### ACTION ITEM
From the records below, state how many lines include the word "when", giving only that number.

───── MATERIAL SUPPLIED ─────

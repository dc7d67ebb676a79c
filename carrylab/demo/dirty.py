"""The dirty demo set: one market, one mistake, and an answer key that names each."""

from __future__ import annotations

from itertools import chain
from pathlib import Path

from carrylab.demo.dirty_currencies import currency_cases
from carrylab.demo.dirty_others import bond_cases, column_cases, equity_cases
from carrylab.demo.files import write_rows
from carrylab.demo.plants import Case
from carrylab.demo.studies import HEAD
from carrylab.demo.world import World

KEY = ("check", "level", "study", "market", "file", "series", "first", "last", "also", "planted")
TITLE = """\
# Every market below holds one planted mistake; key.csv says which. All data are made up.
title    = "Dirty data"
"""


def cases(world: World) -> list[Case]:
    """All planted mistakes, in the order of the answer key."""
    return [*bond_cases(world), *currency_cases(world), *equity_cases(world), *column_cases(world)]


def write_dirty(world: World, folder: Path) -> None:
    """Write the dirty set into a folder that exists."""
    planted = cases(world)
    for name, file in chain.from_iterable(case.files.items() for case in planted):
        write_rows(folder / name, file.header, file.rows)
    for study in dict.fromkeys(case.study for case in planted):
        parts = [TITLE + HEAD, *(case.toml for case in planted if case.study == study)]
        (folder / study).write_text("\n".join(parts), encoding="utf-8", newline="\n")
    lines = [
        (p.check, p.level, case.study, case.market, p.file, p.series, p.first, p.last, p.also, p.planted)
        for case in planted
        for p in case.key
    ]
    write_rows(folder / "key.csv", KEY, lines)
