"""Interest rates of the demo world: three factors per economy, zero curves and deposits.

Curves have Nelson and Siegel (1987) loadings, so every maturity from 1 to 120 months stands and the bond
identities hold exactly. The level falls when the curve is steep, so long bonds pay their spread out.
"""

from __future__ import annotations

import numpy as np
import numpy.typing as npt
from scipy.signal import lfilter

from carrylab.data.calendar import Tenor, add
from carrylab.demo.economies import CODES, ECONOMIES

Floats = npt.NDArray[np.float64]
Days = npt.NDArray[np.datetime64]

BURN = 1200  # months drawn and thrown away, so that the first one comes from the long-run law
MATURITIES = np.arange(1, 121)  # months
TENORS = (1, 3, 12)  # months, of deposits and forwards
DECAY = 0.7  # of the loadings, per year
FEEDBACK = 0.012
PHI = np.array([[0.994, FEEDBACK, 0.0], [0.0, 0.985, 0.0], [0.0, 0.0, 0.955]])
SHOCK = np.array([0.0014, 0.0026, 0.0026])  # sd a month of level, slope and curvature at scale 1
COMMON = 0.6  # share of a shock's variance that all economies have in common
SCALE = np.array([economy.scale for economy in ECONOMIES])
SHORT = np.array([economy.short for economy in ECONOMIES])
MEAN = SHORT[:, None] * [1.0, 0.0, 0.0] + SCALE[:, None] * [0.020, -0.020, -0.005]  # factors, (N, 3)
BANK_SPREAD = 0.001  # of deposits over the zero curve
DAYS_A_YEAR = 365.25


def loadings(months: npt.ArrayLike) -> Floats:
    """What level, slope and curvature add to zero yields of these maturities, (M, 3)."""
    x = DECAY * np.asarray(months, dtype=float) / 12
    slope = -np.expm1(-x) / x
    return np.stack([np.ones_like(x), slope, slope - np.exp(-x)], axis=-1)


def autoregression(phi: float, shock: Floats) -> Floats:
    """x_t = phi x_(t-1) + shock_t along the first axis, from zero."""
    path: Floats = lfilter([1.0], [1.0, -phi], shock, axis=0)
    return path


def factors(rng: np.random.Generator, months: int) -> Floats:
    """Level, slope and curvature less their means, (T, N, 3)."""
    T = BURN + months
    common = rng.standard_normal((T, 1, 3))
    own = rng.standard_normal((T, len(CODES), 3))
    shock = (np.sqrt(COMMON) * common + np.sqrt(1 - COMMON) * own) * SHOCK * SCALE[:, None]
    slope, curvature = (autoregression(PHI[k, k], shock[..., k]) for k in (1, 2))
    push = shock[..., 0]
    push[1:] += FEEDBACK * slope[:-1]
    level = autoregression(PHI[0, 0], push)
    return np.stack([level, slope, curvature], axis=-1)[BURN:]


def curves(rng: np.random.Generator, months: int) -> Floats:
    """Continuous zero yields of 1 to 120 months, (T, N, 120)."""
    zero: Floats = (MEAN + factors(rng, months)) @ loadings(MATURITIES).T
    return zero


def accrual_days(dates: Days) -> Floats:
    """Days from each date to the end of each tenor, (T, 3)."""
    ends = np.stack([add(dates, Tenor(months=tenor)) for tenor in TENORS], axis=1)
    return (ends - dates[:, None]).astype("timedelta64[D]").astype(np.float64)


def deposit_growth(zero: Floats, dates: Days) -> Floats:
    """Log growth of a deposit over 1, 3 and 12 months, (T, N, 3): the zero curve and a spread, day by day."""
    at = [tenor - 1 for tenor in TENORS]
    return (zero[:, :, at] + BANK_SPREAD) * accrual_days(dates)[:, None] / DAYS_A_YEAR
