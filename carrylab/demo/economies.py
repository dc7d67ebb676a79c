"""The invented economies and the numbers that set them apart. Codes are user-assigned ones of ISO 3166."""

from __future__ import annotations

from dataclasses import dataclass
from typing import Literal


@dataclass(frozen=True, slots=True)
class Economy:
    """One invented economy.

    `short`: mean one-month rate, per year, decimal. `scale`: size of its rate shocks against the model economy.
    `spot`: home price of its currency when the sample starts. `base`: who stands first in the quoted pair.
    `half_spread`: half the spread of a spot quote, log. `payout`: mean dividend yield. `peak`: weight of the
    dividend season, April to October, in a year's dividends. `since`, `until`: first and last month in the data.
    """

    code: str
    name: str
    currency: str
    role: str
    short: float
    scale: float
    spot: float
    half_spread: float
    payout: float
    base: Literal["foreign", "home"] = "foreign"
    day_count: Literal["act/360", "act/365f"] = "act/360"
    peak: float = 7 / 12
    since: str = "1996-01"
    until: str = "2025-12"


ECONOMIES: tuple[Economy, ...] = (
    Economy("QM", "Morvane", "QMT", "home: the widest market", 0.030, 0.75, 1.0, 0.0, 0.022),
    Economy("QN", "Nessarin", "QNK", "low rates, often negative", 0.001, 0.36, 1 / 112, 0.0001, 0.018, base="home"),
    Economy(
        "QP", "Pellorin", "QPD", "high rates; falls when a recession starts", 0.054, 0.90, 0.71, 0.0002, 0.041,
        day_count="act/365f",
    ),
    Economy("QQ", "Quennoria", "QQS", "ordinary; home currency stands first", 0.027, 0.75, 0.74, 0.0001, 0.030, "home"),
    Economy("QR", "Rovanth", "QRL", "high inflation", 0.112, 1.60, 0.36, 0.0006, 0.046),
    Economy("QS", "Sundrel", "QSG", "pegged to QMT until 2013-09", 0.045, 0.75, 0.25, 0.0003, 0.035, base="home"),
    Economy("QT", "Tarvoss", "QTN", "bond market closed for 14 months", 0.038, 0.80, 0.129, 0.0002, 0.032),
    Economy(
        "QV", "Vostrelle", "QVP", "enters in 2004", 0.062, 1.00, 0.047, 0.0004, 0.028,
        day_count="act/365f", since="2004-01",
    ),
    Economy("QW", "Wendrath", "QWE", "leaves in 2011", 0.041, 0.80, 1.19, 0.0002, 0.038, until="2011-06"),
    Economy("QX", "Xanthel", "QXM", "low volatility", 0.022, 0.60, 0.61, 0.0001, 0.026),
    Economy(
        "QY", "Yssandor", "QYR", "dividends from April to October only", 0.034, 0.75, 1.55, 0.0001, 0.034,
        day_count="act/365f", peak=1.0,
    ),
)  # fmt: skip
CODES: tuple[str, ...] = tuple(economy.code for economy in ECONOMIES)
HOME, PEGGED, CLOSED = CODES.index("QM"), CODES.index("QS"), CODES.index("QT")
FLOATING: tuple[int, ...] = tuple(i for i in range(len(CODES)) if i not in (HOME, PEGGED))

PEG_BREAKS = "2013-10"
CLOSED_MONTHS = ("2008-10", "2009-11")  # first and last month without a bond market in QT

─────

### SOLVED EXERCISE
3